(Input for this task Opens)

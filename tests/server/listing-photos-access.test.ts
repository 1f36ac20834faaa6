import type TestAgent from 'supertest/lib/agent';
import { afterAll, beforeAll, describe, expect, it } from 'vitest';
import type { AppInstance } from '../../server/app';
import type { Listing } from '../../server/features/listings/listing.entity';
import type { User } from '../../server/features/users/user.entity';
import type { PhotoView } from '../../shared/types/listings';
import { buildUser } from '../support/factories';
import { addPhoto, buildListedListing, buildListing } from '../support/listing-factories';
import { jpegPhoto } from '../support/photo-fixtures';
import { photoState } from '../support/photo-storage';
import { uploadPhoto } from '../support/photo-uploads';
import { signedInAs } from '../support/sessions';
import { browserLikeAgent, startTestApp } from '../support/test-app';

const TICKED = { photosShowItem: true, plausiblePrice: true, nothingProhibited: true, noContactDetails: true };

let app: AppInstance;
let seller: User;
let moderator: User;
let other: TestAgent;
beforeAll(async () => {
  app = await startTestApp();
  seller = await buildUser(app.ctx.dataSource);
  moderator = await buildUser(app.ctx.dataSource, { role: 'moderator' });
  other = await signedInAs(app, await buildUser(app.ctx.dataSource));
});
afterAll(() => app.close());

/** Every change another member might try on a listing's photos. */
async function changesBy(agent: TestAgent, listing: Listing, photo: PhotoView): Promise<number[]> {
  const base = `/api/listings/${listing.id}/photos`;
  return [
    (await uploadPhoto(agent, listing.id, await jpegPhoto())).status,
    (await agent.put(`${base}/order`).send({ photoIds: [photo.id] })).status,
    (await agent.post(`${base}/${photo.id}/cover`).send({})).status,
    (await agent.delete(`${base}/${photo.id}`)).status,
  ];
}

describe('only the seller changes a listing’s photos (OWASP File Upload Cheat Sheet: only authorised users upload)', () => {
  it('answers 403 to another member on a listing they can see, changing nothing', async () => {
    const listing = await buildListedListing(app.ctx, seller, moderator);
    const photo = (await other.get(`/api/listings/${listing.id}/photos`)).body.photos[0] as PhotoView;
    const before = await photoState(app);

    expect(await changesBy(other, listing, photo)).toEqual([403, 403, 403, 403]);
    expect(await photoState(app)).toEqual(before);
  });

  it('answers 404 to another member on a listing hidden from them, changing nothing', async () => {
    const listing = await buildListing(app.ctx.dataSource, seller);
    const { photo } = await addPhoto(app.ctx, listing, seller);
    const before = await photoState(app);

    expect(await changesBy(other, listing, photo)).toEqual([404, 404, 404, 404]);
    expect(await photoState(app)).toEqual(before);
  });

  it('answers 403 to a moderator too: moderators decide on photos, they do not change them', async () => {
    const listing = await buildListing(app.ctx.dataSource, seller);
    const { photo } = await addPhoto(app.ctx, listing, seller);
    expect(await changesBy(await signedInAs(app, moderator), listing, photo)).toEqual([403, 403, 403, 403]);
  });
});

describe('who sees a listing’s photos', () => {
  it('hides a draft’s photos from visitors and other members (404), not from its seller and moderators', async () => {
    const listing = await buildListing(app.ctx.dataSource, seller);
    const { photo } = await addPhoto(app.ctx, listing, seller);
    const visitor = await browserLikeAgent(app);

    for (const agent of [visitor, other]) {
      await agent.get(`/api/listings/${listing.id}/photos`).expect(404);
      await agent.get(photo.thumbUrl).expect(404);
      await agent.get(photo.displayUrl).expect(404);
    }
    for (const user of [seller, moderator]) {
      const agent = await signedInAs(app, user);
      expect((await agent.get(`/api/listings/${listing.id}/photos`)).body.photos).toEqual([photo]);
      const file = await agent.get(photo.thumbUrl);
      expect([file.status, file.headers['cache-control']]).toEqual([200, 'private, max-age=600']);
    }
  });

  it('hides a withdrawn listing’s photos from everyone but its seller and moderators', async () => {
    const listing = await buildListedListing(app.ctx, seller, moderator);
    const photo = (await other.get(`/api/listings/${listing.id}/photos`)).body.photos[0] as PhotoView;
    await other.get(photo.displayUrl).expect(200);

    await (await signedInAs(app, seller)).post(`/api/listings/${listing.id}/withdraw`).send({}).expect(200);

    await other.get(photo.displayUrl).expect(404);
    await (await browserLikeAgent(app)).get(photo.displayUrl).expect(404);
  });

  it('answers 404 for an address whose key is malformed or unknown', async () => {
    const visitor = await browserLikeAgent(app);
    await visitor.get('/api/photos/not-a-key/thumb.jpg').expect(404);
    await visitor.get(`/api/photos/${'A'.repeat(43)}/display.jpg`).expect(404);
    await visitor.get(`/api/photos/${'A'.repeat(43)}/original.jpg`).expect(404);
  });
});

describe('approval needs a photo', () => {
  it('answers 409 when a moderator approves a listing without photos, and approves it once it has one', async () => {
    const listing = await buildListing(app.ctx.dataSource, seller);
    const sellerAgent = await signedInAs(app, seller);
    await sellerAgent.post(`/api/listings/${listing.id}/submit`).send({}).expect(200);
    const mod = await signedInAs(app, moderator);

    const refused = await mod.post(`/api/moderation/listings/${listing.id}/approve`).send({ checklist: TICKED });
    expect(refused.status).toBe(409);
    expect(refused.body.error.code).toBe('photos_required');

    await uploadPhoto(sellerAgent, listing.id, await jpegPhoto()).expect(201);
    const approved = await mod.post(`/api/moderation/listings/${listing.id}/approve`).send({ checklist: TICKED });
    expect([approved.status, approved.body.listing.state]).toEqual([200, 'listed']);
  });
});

(Input for this task Closes)

- _Exercise directions_
Check the lines above for the word "uploadPhoto" and give the number of lines where it appears, with no other text.

- _Expected answer_
3